**EXERCISE OBJECTIVE:** In the listing below, a line holding "for (let k = 0;" and a line holding "const after = Buffer.concat([message('C', Buffer.from('COPY" mark the range. Retype both exactly, with all lines between them.
>>>>>
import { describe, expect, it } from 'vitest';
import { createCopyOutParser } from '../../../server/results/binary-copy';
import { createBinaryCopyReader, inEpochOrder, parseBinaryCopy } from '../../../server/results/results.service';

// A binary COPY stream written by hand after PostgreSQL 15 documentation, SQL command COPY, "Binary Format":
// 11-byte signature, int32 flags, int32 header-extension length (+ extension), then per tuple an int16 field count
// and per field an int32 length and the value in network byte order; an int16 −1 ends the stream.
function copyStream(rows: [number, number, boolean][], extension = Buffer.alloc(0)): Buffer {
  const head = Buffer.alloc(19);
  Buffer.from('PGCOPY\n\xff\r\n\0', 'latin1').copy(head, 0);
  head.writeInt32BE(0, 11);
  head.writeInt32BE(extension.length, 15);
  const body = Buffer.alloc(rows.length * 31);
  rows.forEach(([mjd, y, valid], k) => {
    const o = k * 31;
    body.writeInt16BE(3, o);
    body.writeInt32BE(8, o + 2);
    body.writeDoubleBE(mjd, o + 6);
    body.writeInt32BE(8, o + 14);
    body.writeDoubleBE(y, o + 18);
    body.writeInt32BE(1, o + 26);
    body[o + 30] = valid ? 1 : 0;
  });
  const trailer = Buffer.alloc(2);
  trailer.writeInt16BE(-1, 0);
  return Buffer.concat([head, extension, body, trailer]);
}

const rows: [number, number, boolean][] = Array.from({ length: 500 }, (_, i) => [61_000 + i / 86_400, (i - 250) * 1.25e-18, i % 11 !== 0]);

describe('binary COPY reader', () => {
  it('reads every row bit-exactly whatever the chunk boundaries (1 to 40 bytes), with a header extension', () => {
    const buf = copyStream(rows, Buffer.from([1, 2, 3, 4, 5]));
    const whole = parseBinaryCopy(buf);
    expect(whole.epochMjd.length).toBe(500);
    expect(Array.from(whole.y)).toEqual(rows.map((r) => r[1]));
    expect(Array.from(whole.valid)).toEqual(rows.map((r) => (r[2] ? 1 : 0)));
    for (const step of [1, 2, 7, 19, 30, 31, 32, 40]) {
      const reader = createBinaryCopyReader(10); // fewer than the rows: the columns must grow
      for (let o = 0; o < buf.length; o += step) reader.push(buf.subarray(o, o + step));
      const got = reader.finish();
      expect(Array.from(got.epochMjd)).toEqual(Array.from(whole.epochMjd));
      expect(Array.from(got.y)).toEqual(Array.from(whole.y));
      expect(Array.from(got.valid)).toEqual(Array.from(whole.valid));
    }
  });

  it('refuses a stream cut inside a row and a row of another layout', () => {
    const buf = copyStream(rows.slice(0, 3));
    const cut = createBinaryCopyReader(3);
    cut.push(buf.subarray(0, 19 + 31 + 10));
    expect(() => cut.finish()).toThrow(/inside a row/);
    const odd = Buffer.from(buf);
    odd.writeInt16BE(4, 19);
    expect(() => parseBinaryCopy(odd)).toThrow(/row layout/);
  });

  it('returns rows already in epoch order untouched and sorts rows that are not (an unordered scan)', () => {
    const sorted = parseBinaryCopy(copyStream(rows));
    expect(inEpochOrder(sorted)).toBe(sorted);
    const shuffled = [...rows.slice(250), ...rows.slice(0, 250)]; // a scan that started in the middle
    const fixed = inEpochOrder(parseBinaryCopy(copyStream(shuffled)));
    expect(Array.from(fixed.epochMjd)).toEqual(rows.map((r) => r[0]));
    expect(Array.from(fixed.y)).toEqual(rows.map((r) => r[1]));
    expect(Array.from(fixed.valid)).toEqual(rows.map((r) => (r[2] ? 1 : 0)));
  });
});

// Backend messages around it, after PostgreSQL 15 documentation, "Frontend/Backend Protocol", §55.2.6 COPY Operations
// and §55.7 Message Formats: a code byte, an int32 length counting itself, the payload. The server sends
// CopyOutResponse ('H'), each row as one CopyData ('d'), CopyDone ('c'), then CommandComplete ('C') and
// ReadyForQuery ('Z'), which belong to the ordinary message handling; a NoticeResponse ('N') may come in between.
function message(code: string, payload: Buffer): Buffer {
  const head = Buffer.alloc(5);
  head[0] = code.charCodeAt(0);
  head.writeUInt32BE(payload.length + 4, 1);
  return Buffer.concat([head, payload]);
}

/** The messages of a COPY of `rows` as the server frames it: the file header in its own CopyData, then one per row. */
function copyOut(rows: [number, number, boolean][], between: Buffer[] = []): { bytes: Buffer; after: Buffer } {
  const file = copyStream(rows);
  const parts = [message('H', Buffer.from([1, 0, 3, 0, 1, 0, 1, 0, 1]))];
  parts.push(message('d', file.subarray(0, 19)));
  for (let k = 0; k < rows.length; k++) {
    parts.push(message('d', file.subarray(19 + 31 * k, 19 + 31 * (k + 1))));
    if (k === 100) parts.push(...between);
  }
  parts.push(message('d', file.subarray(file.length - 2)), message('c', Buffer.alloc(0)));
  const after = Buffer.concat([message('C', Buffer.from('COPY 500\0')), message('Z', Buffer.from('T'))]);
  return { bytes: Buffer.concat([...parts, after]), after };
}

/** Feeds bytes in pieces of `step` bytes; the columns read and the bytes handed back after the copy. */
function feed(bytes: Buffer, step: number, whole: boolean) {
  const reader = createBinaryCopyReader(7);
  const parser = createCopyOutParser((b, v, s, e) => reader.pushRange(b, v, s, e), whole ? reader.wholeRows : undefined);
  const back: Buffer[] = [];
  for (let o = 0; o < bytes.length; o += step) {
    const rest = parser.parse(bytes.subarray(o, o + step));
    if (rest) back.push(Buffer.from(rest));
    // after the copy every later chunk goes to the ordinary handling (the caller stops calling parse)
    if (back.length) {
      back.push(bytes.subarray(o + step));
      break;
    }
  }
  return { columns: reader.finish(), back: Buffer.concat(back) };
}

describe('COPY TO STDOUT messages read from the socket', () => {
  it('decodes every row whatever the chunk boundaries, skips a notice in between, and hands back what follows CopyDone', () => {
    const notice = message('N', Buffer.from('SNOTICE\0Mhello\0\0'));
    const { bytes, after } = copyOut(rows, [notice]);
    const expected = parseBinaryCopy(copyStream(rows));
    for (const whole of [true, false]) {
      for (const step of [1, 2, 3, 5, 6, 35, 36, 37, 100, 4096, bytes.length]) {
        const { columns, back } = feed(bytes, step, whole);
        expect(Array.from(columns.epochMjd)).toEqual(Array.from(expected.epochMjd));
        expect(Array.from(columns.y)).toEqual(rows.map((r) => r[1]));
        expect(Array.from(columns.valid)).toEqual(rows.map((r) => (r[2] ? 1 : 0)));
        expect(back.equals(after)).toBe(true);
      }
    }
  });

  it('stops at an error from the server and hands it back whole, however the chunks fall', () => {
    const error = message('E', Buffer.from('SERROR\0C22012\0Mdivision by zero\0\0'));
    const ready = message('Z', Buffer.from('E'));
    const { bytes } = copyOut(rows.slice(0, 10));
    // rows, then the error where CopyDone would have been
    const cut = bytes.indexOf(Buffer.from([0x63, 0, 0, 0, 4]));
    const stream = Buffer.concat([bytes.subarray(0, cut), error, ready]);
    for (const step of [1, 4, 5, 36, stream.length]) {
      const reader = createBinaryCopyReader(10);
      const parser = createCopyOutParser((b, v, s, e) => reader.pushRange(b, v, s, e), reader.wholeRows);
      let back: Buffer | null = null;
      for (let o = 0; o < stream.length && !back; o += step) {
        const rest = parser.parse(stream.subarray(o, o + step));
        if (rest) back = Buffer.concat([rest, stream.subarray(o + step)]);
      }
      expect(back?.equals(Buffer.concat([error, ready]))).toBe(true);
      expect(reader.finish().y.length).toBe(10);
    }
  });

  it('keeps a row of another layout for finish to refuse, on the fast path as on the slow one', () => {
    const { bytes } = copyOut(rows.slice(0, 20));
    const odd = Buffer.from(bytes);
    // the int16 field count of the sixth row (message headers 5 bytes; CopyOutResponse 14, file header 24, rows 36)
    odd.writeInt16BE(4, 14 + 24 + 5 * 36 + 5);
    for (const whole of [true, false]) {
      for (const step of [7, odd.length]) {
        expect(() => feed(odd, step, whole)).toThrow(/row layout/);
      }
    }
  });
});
<<<<<
>>>>>
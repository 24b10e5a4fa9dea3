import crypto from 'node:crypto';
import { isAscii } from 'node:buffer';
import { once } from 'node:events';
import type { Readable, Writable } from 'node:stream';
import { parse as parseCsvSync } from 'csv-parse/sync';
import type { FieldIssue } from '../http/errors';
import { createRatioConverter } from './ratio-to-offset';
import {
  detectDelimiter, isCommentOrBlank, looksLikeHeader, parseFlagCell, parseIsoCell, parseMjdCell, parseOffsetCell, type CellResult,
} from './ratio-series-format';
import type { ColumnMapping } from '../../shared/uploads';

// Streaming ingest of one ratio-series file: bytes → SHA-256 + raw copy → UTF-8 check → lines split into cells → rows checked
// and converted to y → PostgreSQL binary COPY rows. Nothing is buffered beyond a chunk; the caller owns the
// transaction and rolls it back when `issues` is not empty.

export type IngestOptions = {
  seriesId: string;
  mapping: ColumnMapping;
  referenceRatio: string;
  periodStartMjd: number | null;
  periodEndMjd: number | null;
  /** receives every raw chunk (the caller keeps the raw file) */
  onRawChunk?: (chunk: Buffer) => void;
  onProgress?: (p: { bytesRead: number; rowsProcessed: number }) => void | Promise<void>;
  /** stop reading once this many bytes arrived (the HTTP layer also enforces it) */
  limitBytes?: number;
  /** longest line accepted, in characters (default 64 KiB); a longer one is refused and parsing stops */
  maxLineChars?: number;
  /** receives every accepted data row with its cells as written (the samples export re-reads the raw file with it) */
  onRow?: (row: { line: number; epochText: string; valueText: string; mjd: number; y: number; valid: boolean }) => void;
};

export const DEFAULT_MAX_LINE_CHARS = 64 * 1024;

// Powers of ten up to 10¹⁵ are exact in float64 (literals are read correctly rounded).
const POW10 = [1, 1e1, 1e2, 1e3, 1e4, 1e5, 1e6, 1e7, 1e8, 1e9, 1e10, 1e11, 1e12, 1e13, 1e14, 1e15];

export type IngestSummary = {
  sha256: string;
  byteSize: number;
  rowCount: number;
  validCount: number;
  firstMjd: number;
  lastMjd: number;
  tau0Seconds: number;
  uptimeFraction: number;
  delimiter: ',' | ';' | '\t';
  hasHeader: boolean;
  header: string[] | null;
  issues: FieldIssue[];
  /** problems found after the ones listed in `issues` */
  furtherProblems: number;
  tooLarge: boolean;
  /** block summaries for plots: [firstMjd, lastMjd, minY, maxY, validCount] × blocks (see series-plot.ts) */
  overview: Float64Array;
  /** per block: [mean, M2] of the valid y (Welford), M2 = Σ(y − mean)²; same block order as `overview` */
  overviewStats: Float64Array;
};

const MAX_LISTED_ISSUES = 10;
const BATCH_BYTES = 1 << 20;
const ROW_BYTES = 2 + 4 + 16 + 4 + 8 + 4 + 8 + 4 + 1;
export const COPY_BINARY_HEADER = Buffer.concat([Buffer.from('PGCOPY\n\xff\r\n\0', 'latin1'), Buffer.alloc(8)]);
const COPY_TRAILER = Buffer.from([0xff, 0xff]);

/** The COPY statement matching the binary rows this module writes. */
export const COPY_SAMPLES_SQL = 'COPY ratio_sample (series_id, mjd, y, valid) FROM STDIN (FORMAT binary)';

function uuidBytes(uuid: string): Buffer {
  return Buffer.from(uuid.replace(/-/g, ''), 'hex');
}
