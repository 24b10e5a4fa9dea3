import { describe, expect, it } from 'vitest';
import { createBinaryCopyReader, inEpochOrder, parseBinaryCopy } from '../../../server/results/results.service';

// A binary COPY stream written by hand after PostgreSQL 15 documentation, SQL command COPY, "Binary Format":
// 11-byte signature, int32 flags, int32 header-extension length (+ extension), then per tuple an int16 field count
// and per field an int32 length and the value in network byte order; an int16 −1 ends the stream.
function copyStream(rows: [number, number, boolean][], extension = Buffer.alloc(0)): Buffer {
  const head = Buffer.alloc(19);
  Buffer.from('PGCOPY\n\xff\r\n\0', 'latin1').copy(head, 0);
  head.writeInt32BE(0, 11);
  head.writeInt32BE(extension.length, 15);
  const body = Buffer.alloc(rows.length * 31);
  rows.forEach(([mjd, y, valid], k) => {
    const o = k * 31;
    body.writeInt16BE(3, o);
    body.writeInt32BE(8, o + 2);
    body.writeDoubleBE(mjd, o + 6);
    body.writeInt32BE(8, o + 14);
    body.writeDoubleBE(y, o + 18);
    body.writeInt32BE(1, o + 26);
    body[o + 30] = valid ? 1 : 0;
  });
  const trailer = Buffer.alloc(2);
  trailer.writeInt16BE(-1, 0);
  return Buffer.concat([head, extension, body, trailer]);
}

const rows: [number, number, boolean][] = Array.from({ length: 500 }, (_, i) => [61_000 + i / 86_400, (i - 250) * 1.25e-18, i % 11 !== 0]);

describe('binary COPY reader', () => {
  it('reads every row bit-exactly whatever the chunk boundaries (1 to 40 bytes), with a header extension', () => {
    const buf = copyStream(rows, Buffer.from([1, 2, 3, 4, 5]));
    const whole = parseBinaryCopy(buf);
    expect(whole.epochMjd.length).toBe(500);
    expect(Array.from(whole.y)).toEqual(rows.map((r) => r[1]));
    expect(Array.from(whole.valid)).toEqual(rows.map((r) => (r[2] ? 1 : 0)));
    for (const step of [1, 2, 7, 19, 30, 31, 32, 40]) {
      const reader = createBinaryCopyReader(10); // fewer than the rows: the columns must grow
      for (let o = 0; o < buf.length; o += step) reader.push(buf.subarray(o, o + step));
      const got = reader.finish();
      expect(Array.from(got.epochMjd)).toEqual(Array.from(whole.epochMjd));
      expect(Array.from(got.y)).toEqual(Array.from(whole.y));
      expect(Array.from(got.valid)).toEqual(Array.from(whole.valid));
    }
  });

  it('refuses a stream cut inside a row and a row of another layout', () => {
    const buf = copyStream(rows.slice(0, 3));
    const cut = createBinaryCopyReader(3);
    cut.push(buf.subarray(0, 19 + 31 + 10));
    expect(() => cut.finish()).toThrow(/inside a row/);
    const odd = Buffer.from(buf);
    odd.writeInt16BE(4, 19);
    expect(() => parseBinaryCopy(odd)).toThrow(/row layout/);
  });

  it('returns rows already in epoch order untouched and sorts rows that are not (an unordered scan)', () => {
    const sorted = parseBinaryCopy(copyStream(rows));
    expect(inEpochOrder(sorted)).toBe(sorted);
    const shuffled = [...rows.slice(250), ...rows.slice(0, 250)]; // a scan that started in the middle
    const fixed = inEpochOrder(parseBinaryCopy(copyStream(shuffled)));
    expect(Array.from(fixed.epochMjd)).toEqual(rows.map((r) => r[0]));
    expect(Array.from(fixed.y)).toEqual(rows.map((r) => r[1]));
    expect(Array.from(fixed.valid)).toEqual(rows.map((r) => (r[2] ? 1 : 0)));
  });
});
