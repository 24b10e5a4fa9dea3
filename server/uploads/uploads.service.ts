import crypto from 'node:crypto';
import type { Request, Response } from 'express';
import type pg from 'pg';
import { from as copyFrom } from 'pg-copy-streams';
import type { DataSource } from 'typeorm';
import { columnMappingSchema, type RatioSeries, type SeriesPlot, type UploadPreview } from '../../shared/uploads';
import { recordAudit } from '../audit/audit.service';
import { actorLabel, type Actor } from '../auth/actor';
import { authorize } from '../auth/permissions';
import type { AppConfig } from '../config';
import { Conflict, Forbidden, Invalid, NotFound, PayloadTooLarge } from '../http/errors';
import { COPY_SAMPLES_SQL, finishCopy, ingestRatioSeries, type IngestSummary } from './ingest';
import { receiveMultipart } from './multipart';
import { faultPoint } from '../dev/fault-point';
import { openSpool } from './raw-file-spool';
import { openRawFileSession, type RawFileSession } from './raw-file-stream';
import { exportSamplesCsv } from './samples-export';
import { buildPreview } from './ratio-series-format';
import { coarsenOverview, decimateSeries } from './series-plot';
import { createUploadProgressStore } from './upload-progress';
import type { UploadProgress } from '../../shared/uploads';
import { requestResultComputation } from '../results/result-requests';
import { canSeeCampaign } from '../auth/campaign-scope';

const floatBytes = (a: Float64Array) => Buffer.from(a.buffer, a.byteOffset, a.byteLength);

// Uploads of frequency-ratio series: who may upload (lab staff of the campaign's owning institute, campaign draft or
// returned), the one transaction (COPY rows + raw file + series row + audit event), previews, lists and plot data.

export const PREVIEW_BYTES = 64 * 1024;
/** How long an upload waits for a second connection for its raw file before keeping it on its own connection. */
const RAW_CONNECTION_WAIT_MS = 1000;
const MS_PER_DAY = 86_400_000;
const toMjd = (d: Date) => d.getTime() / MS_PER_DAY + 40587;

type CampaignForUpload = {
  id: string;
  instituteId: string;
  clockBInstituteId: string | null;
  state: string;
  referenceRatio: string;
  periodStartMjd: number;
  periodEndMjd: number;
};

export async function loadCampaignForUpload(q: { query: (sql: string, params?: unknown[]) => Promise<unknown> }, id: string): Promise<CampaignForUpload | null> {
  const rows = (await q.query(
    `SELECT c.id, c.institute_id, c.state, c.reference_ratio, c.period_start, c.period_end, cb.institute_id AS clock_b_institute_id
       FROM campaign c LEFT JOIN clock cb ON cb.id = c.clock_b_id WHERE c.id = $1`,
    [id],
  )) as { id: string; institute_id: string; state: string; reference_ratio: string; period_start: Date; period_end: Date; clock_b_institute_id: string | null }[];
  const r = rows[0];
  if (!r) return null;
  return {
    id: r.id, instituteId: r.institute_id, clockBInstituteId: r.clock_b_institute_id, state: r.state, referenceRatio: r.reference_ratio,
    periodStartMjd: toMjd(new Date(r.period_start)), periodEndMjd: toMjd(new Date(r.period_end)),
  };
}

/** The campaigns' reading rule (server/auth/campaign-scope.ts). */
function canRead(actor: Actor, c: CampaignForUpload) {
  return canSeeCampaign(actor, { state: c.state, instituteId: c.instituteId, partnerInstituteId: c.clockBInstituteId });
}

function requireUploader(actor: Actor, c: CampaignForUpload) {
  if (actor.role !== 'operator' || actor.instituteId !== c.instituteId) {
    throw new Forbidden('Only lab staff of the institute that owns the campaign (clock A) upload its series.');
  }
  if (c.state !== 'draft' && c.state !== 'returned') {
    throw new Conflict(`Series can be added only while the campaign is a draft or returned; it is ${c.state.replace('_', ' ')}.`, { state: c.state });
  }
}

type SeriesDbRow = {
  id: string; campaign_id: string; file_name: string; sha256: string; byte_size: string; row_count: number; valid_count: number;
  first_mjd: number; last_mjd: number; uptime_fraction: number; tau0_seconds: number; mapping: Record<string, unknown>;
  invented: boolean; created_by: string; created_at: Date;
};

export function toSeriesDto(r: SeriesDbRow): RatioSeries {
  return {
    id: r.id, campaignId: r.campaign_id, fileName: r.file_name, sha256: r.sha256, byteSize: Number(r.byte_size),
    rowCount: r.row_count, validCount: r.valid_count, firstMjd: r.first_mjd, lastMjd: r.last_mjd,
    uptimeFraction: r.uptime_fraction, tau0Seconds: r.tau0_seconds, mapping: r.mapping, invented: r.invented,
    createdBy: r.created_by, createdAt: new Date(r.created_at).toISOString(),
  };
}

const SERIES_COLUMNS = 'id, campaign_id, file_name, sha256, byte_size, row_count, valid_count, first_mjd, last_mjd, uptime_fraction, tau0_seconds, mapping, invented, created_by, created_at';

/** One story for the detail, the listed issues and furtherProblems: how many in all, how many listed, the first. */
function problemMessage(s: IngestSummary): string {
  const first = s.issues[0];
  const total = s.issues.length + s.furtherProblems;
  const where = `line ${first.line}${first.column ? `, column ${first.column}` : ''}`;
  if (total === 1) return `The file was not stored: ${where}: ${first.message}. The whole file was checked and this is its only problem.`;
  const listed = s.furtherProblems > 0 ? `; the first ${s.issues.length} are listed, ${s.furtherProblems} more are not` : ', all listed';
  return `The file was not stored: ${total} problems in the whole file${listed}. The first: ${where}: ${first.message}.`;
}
<<<<<
**SOLVED EXERCISE:**
  for (let k = 0; k < rows.length; k++) {
    parts.push(message('d', file.subarray(19 + 31 * k, 19 + 31 * (k + 1))));
    if (k === 100) parts.push(...between);
  }
  parts.push(message('d', file.subarray(file.length - 2)), message('c', Buffer.alloc(0)));
  const after = Buffer.concat([message('C', Buffer.from('COPY 500\0')), message('Z', Buffer.from('T'))]);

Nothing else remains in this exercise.